-- Task goal --
All records given below must be printed word for word.

-- Records supplied --
import { describe, expect, test } from 'vitest';
import { guessMapping } from '@/lib/imports/guess-mapping';
import type { ColumnMappingInput } from '@/lib/imports/mapping-schema';
import { isSummaryRow, isUnitsRow, isUnitText } from '@/lib/imports/skip-rows';
import type { Cell, SheetData } from '@/lib/imports/spreadsheet-types';
import { validatePlateSheet } from '@/lib/imports/validate-plate-sheet';

describe('rows of units', () => {
  test.each<[string, boolean]>([
    ['mM', true],
    ['µM', true],
    ['uM', true],
    ['[nA]', true],
    ['(pA)', true],
    ['MΩ', true],
    ['GOhm', true],
    ['pF', true],
    ['%', true],
    ['fraction', true],
    ['A1', false],
    ['Well', false],
    ['', false],
    ['cpd', false],
  ])('%j is a unit: %s', (text, expected) => {
    expect(isUnitText(text)).toBe(expected);
  });

  test.each<[string, Cell[], boolean]>([
    ['units with blanks', [null, null, 'mM', null, 'nA', 'nA', 'MΩ', 'pF'], true],
    ['one unit', ['', 'pA'], true],
    ['all blank', [null, '', null], false],
    ['a well row', ['A1', 'cpd', 'GW-0001', 0.001, 1.2], false],
    ['a number among units', ['mM', 3], false],
    ['a word among units', ['mM', 'nA', 'Kv7.2'], false],
  ])('%s', (_name, cells, expected) => {
    expect(isUnitsRow(cells)).toBe(expected);
  });
});

describe('summary rows', () => {
  test.each<[string, Cell[], number | null, string[], boolean]>([
    ['mean in the well column', ['Mean', null, 1.5, 2.5], 0, [], true],
    ['count with a number', ['Count', 384], 0, [], true],
    ['SD spelt with a dot', [null, 'Std. dev.', 0.2], 0, [], true],
    ['average after a blank well cell', ['', 'Average', 3], 0, [], true],
    ['a well named A1', ['A1', 'Mean'], 0, [], false],
    ['a running-index well', [12, 'Mean'], 0, [], false],
    ['a running index written as text', ['12', 'Mean'], 0, [], false],
    ['a compound first', ['GW-0001', 1], null, [], false],
    ['a word of the mapping', ['Pooled', 3], 0, ['pooled'], true],
    ['a number first', [3, 'mean'], null, [], false],
  ])('%s', (_name, cells, wellIndex, words, expected) => {
    expect(isSummaryRow(cells, wellIndex, words)).toBe(expected);
  });
});

const HEADER: Cell[] = ['Well', 'Group', 'Compound', 'Concentration', 'Current before', 'Current after'];
const UNITS: Cell[] = [null, null, null, 'mM', 'nA', 'nA'];
const WELLS: Cell[][] = [
  ['A1', 'ctrl-', 'DMSO', 0, 1.2, 1.1],
  ['A2', 'ctrl+', 'REF', 0.01, 1.3, 0.1],
  ['A3', 'cpd', 'GW-0001', 0.001, 1.1, 0.6],
];
const SUMMARY: Cell[][] = [[], ['Mean', null, null, null, 1.2, 0.6], ['Count', 3]];

const sheet = (rows: Cell[][]): SheetData => ({ name: 'Export', rows, decimalComma: false });
const MAPPING: ColumnMappingInput = {
  headerRow: 3,
  columns: {
    well: 'Well',
    role: 'Group',
    compound: 'Compound',
    concentration: 'Concentration',
    controlCurrent: 'Current before',
    compoundCurrent: 'Current after',
  },
  units: { concentration: 'mM', controlCurrent: 'nA', compoundCurrent: 'nA' },
  fixedTarget: 'Kv7.2',
};
const OPTIONS = { knownCompounds: ['GW-0001', 'DMSO', 'REF'], knownTargets: ['Kv7.2'] };
const TITLED = [['Plate P-1', null, 'Exported 2026-12-02'], [], HEADER];

describe('a table with a row of units and summary rows', () => {
  test('both are skipped by default and said so; the wells are read in the mapped units', () => {
    const preview = validatePlateSheet(sheet([...TITLED, UNITS, ...WELLS, ...SUMMARY]), MAPPING, OPTIONS);
    expect(preview.issues.map((i) => i.message)).toEqual([]);
    expect(preview.skippedRows).toEqual([
      { row: 4, reason: 'units' },
      { row: 9, reason: 'summary' },
      { row: 10, reason: 'summary' },
    ]);
    expect(preview.rows.map((r) => r.row)).toEqual([5, 6, 7]);
    expect(preview.rows[2]!.values).toMatchObject({ concentration_uM: 1, controlCurrent_pA: 1100 });
    expect(preview.ok).toBe(true);
  });

  test('unitsRow "no" and skipSummaryRows false read them as wells, with the errors of today', () => {
    const mapping = { ...MAPPING, rows: { unitsRow: 'no' as const, skipSummaryRows: false } };
    const preview = validatePlateSheet(sheet([...TITLED, UNITS, ...WELLS, ...SUMMARY]), mapping, OPTIONS);
    expect(preview.skippedRows).toEqual([]);
    expect(preview.issues.map((i) => i.message)).toEqual([
      'Sheet "Export", row 3, column B "Group": the well-role column holds a word Gatewell cannot place: "3"; on the mapping step assign each to negative control, positive control, test or empty.',
    ]);
    const withoutCount = validatePlateSheet(
      sheet([...TITLED, UNITS, ...WELLS, ...SUMMARY.slice(0, 2)]),
      mapping,
      OPTIONS,
    );
    expect(withoutCount.issues.filter((i) => i.field === 'well').map((i) => i.message)).toEqual([
      'Sheet "Export", row 4, column A "Well": the well position is empty.',
      'Sheet "Export", row 9, column A "Well": "Mean" is not a well position; write it as a row letter and column number, like A1 or A01.',
    ]);
  });

  test('unitsRow "yes" skips the row under the header whatever it holds', () => {
    const mapping = { ...MAPPING, rows: { unitsRow: 'yes' as const } };
    const preview = validatePlateSheet(
      sheet([...TITLED, ['Units:', 'see header'], ...WELLS]),
      mapping,
      OPTIONS,
    );
    expect(preview.skippedRows).toEqual([{ row: 4, reason: 'units' }]);
    expect(preview.ok).toBe(true);
  });

  test('the guess takes the units of columns from the row of units', () => {
    const guess = guessMapping(sheet([...TITLED, UNITS, ...WELLS]));
    expect(guess.mapping.headerRow).toBe(3);
    expect(guess.mapping.units).toMatchObject({
      concentration: 'mM',
      controlCurrent: 'nA',
      compoundCurrent: 'nA',
    });
  });
});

-- Problem solution --
import { describe, expect, test } from 'vitest';
import { guessMapping } from '@/lib/imports/guess-mapping';
import type { ColumnMappingInput } from '@/lib/imports/mapping-schema';
import { isSummaryRow, isUnitsRow, isUnitText } from '@/lib/imports/skip-rows';
import type { Cell, SheetData } from '@/lib/imports/spreadsheet-types';
import { validatePlateSheet } from '@/lib/imports/validate-plate-sheet';

describe('rows of units', () => {
  test.each<[string, boolean]>([
    ['mM', true],
    ['µM', true],
    ['uM', true],
    ['[nA]', true],
    ['(pA)', true],
    ['MΩ', true],
    ['GOhm', true],
    ['pF', true],
    ['%', true],
    ['fraction', true],
    ['A1', false],
    ['Well', false],
    ['', false],
    ['cpd', false],
  ])('%j is a unit: %s', (text, expected) => {
    expect(isUnitText(text)).toBe(expected);
  });

  test.each<[string, Cell[], boolean]>([
    ['units with blanks', [null, null, 'mM', null, 'nA', 'nA', 'MΩ', 'pF'], true],
    ['one unit', ['', 'pA'], true],
    ['all blank', [null, '', null], false],
    ['a well row', ['A1', 'cpd', 'GW-0001', 0.001, 1.2], false],
    ['a number among units', ['mM', 3], false],
    ['a word among units', ['mM', 'nA', 'Kv7.2'], false],
  ])('%s', (_name, cells, expected) => {
    expect(isUnitsRow(cells)).toBe(expected);
  });
});

describe('summary rows', () => {
  test.each<[string, Cell[], number | null, string[], boolean]>([
    ['mean in the well column', ['Mean', null, 1.5, 2.5], 0, [], true],
    ['count with a number', ['Count', 384], 0, [], true],
    ['SD spelt with a dot', [null, 'Std. dev.', 0.2], 0, [], true],
    ['average after a blank well cell', ['', 'Average', 3], 0, [], true],
    ['a well named A1', ['A1', 'Mean'], 0, [], false],
    ['a running-index well', [12, 'Mean'], 0, [], false],
    ['a running index written as text', ['12', 'Mean'], 0, [], false],
    ['a compound first', ['GW-0001', 1], null, [], false],
    ['a word of the mapping', ['Pooled', 3], 0, ['pooled'], true],
    ['a number first', [3, 'mean'], null, [], false],
  ])('%s', (_name, cells, wellIndex, words, expected) => {
    expect(isSummaryRow(cells, wellIndex, words)).toBe(expected);
  });
});

const HEADER: Cell[] = ['Well', 'Group', 'Compound', 'Concentration', 'Current before', 'Current after'];
const UNITS: Cell[] = [null, null, null, 'mM', 'nA', 'nA'];
const WELLS: Cell[][] = [
  ['A1', 'ctrl-', 'DMSO', 0, 1.2, 1.1],
  ['A2', 'ctrl+', 'REF', 0.01, 1.3, 0.1],
  ['A3', 'cpd', 'GW-0001', 0.001, 1.1, 0.6],
];
const SUMMARY: Cell[][] = [[], ['Mean', null, null, null, 1.2, 0.6], ['Count', 3]];

const sheet = (rows: Cell[][]): SheetData => ({ name: 'Export', rows, decimalComma: false });
const MAPPING: ColumnMappingInput = {
  headerRow: 3,
  columns: {
    well: 'Well',
    role: 'Group',
    compound: 'Compound',
    concentration: 'Concentration',
    controlCurrent: 'Current before',
    compoundCurrent: 'Current after',
  },
  units: { concentration: 'mM', controlCurrent: 'nA', compoundCurrent: 'nA' },
  fixedTarget: 'Kv7.2',
};
const OPTIONS = { knownCompounds: ['GW-0001', 'DMSO', 'REF'], knownTargets: ['Kv7.2'] };
const TITLED = [['Plate P-1', null, 'Exported 2026-12-02'], [], HEADER];

describe('a table with a row of units and summary rows', () => {
  test('both are skipped by default and said so; the wells are read in the mapped units', () => {
    const preview = validatePlateSheet(sheet([...TITLED, UNITS, ...WELLS, ...SUMMARY]), MAPPING, OPTIONS);
    expect(preview.issues.map((i) => i.message)).toEqual([]);
    expect(preview.skippedRows).toEqual([
      { row: 4, reason: 'units' },
      { row: 9, reason: 'summary' },
      { row: 10, reason: 'summary' },
    ]);
    expect(preview.rows.map((r) => r.row)).toEqual([5, 6, 7]);
    expect(preview.rows[2]!.values).toMatchObject({ concentration_uM: 1, controlCurrent_pA: 1100 });
    expect(preview.ok).toBe(true);
  });

  test('unitsRow "no" and skipSummaryRows false read them as wells, with the errors of today', () => {
    const mapping = { ...MAPPING, rows: { unitsRow: 'no' as const, skipSummaryRows: false } };
    const preview = validatePlateSheet(sheet([...TITLED, UNITS, ...WELLS, ...SUMMARY]), mapping, OPTIONS);
    expect(preview.skippedRows).toEqual([]);
    expect(preview.issues.map((i) => i.message)).toEqual([
      'Sheet "Export", row 3, column B "Group": the well-role column holds a word Gatewell cannot place: "3"; on the mapping step assign each to negative control, positive control, test or empty.',
    ]);
    const withoutCount = validatePlateSheet(
      sheet([...TITLED, UNITS, ...WELLS, ...SUMMARY.slice(0, 2)]),
      mapping,
      OPTIONS,
    );
    expect(withoutCount.issues.filter((i) => i.field === 'well').map((i) => i.message)).toEqual([
      'Sheet "Export", row 4, column A "Well": the well position is empty.',
      'Sheet "Export", row 9, column A "Well": "Mean" is not a well position; write it as a row letter and column number, like A1 or A01.',
    ]);
  });

  test('unitsRow "yes" skips the row under the header whatever it holds', () => {
    const mapping = { ...MAPPING, rows: { unitsRow: 'yes' as const } };
    const preview = validatePlateSheet(
      sheet([...TITLED, ['Units:', 'see header'], ...WELLS]),
      mapping,
      OPTIONS,
    );
    expect(preview.skippedRows).toEqual([{ row: 4, reason: 'units' }]);
    expect(preview.ok).toBe(true);
  });

  test('the guess takes the units of columns from the row of units', () => {
    const guess = guessMapping(sheet([...TITLED, UNITS, ...WELLS]));
    expect(guess.mapping.headerRow).toBe(3);
    expect(guess.mapping.units).toMatchObject({
      concentration: 'mM',
      controlCurrent: 'nA',
      compoundCurrent: 'nA',
    });
  });
});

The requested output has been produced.